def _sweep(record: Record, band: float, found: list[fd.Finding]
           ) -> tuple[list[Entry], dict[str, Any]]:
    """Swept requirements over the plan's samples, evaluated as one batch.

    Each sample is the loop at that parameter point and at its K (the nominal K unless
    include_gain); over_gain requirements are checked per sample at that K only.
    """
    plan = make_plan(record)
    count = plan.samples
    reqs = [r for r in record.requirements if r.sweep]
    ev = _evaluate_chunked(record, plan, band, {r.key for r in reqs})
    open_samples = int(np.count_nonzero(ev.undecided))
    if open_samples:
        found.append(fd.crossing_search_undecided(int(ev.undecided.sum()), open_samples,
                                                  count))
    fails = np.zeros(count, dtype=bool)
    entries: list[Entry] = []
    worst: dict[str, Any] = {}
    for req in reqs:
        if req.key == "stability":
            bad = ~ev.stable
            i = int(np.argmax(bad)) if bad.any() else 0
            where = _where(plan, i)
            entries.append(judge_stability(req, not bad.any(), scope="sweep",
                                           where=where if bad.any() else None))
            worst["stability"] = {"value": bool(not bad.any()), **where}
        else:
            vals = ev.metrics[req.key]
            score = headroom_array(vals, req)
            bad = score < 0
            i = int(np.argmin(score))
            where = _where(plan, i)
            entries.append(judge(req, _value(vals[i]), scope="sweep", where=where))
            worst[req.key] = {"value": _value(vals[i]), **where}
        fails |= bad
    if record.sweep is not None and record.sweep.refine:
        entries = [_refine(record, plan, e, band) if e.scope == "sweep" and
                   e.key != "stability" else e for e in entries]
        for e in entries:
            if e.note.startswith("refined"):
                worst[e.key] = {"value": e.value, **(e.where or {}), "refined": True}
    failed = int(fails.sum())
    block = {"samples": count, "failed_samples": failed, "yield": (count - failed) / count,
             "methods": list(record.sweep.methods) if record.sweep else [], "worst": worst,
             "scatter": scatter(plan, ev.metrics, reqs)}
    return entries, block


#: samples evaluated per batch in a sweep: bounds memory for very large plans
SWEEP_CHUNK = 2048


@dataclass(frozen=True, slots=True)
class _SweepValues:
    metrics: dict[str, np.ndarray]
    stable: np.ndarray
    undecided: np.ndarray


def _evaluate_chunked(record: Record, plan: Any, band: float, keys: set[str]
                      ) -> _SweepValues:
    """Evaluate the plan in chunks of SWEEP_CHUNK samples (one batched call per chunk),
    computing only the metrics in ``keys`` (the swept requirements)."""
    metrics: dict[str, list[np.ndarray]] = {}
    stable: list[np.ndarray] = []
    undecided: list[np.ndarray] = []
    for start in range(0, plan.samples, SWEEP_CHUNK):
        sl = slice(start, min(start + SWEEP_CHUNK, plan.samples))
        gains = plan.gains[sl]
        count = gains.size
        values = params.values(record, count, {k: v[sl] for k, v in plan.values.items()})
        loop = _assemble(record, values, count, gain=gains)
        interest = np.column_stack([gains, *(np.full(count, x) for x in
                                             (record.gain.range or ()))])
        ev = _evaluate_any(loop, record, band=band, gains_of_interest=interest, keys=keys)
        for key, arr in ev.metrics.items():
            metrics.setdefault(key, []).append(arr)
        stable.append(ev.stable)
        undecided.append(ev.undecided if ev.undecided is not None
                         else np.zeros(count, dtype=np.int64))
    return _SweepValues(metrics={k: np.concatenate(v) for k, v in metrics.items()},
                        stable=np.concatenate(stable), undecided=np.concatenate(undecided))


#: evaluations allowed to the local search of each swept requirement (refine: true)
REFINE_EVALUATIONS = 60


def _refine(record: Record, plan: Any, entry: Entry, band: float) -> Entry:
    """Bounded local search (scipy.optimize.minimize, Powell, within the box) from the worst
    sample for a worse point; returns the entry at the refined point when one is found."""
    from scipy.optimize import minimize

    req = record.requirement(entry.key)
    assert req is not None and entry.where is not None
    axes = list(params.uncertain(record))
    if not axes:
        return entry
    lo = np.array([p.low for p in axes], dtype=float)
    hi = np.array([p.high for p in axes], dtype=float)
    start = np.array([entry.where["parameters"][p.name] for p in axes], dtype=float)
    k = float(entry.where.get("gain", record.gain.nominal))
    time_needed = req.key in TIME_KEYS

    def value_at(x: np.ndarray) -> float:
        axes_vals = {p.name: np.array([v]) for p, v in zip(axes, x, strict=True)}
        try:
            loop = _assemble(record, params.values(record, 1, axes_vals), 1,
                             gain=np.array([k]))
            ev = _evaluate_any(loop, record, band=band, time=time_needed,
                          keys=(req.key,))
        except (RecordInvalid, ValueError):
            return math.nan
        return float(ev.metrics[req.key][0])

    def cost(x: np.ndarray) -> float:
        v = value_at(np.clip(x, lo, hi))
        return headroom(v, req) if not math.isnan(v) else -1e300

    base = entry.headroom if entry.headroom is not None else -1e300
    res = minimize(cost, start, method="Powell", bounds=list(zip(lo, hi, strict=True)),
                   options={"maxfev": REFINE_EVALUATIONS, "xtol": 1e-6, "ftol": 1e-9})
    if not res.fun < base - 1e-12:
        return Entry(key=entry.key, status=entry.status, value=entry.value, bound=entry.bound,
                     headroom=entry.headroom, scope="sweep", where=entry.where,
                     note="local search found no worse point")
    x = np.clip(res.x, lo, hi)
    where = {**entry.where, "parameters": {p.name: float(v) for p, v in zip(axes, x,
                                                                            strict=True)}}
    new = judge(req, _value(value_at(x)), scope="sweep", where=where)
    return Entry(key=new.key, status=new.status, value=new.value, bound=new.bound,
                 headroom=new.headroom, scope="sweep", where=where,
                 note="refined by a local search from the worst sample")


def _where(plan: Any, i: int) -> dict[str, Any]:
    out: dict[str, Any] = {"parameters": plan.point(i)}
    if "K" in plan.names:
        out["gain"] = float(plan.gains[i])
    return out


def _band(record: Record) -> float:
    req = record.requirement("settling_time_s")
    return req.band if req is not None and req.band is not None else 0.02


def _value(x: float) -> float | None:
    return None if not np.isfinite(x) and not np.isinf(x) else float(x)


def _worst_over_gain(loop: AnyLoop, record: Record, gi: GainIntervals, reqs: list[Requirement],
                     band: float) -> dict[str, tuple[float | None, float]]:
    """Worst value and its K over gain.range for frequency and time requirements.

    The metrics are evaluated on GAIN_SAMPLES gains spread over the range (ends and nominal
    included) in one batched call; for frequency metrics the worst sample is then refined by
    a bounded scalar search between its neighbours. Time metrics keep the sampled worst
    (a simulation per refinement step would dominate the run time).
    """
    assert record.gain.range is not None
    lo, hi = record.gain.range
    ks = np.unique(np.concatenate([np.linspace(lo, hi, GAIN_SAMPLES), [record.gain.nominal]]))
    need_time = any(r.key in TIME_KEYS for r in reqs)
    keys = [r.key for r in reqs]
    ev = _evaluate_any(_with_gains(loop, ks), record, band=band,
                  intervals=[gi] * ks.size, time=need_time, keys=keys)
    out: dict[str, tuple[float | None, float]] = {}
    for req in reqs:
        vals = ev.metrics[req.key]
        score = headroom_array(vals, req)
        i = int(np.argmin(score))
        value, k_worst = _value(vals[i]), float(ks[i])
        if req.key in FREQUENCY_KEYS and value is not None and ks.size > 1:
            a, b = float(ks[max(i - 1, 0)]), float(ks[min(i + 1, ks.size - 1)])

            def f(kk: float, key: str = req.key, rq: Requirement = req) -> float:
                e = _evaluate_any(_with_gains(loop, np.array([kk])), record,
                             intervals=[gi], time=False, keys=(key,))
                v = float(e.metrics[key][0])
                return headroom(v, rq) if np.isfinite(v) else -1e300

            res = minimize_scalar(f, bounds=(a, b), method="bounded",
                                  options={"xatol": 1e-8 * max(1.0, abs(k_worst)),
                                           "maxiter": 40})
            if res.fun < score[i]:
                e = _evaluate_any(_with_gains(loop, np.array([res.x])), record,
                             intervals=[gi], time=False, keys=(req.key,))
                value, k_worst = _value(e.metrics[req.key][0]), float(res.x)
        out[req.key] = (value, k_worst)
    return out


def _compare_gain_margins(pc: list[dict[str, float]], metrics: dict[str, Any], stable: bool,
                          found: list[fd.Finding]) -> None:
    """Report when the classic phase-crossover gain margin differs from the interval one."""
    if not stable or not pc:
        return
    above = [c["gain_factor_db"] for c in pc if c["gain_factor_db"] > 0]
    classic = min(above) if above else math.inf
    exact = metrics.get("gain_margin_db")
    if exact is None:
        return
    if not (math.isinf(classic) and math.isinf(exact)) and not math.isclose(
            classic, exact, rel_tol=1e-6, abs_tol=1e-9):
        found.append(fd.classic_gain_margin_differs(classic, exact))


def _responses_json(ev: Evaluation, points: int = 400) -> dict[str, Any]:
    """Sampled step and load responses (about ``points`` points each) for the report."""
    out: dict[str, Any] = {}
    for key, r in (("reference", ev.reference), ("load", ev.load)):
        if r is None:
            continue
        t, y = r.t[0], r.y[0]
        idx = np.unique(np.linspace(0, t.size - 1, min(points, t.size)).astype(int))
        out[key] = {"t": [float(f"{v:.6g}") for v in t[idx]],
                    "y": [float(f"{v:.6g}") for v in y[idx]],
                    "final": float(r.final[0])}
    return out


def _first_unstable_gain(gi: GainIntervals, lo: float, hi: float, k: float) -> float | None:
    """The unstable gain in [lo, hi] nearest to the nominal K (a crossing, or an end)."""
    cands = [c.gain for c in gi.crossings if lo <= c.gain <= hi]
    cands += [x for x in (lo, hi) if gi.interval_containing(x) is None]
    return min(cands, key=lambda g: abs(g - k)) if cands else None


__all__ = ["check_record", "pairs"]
...
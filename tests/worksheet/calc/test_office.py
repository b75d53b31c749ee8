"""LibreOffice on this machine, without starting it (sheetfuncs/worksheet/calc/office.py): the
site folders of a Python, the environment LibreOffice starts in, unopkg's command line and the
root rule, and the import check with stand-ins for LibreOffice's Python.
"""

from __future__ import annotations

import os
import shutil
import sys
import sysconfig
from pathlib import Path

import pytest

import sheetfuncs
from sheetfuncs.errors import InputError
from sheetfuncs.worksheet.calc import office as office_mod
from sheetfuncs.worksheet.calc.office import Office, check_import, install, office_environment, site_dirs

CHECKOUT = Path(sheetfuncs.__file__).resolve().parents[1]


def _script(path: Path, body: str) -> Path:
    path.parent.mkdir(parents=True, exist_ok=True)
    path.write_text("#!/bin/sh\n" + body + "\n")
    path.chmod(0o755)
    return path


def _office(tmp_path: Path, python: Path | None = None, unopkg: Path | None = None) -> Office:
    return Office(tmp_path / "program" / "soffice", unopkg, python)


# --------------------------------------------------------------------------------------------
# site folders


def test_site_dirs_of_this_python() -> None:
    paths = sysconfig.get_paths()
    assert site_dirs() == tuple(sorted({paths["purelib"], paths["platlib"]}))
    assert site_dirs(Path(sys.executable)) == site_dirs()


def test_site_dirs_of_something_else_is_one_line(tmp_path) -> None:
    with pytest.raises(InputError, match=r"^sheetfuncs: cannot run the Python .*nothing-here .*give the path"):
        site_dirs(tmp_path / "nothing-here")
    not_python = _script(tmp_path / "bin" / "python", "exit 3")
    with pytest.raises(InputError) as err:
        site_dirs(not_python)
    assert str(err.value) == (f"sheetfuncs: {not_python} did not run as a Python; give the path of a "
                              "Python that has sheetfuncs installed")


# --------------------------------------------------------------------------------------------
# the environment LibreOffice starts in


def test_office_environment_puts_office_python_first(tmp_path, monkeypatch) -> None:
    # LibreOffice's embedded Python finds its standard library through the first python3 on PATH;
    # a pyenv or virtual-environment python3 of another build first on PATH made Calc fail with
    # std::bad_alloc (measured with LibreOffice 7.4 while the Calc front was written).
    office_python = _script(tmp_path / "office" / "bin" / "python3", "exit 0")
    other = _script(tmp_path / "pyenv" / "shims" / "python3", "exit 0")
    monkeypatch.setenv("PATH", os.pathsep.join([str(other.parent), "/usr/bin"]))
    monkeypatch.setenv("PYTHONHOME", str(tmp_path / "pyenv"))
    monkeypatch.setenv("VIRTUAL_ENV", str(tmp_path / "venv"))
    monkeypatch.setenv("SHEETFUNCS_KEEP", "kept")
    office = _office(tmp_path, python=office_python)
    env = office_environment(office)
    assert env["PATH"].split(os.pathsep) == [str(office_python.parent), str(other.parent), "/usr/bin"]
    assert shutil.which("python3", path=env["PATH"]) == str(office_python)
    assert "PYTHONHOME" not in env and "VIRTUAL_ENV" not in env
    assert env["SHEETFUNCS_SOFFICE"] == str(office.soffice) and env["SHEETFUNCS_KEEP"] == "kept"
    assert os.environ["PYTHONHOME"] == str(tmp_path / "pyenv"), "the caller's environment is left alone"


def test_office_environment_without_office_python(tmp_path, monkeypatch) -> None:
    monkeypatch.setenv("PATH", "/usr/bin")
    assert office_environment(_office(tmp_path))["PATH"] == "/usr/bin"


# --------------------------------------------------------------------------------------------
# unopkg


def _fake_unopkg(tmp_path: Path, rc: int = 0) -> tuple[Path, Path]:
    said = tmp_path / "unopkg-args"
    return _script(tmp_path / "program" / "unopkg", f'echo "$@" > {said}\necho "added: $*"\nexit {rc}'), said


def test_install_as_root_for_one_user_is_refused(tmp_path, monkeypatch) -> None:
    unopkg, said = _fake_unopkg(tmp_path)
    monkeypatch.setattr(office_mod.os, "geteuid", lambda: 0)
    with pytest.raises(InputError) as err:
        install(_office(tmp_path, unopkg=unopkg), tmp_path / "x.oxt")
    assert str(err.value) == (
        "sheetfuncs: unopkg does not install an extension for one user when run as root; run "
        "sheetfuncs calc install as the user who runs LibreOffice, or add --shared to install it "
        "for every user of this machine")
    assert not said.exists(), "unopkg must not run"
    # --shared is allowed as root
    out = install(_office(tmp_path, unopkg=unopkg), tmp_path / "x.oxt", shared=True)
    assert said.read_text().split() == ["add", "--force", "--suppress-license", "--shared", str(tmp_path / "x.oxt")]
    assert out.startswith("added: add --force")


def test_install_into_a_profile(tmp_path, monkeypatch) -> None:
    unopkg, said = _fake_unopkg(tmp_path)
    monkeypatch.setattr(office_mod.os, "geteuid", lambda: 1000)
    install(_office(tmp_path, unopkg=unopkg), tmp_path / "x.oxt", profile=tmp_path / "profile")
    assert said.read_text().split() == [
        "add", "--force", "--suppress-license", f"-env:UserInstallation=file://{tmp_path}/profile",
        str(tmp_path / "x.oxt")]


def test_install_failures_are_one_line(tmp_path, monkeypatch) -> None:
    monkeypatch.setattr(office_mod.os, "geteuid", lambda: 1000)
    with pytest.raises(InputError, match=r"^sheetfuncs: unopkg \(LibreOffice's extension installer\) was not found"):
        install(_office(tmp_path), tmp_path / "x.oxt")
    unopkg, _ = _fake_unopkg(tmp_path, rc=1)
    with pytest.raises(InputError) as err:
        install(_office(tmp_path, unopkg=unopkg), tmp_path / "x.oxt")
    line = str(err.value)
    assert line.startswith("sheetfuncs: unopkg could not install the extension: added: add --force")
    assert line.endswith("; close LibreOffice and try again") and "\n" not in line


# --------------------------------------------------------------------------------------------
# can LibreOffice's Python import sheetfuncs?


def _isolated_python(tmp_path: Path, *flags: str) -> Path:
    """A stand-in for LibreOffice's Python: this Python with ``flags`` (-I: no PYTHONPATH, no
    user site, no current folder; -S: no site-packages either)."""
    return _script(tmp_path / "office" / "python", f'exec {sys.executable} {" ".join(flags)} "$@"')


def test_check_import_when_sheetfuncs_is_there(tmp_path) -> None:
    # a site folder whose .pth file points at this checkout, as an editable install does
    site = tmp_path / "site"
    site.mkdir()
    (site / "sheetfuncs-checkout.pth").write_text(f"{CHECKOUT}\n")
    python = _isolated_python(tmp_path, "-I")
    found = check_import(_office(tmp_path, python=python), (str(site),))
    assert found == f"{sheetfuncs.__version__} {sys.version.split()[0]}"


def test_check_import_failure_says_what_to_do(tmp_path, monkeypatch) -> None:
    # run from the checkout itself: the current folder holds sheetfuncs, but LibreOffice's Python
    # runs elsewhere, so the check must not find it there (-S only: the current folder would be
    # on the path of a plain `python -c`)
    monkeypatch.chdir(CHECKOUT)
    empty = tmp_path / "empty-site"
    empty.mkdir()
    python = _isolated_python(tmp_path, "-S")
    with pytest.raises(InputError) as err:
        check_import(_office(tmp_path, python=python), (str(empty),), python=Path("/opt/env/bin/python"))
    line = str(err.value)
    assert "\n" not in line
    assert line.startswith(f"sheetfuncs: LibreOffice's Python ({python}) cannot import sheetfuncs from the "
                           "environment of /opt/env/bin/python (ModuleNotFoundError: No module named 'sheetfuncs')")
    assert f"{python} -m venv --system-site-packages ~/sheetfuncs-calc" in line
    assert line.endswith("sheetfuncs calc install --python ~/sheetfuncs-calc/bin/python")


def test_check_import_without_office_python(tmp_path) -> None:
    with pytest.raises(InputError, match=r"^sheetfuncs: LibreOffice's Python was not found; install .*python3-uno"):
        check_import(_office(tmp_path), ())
==
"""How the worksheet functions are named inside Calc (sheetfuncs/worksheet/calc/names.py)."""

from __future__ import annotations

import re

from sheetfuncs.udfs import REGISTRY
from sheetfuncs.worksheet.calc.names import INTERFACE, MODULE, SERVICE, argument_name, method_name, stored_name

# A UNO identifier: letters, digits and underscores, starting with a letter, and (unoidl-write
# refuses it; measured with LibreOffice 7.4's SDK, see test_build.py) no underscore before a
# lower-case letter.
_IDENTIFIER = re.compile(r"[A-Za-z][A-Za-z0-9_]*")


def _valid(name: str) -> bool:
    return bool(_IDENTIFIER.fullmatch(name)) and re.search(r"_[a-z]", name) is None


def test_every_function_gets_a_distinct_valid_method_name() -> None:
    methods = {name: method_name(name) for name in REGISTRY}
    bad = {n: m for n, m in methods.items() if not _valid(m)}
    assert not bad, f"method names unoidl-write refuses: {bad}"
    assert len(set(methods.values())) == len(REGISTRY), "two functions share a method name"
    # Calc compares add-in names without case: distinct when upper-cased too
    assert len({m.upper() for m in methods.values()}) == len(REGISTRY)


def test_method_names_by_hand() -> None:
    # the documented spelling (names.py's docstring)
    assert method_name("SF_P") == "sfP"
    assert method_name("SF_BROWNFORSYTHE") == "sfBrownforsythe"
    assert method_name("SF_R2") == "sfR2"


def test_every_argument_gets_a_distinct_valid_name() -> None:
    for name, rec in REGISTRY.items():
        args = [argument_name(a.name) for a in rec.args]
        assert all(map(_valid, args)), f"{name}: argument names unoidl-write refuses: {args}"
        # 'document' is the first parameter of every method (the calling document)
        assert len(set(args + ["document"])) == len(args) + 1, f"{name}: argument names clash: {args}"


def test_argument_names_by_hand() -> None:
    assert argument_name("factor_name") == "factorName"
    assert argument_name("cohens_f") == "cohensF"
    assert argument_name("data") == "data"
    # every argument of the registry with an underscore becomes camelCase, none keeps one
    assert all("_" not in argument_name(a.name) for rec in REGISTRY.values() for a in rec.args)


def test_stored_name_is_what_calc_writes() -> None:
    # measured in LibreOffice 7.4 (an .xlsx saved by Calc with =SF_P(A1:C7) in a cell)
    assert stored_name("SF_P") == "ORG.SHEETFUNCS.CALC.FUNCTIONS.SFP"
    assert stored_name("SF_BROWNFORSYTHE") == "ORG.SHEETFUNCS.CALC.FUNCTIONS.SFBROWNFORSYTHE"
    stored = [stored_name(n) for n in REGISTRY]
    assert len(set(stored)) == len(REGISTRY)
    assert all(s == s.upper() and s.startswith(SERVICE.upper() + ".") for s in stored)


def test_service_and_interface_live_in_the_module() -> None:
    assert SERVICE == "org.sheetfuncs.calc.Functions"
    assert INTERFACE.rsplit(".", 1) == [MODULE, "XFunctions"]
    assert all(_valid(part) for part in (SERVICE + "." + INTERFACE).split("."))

# [Exercise brief]
Your reply should be only the count of lines in the entries above that contain the word "kept".

# [Result of this task]
2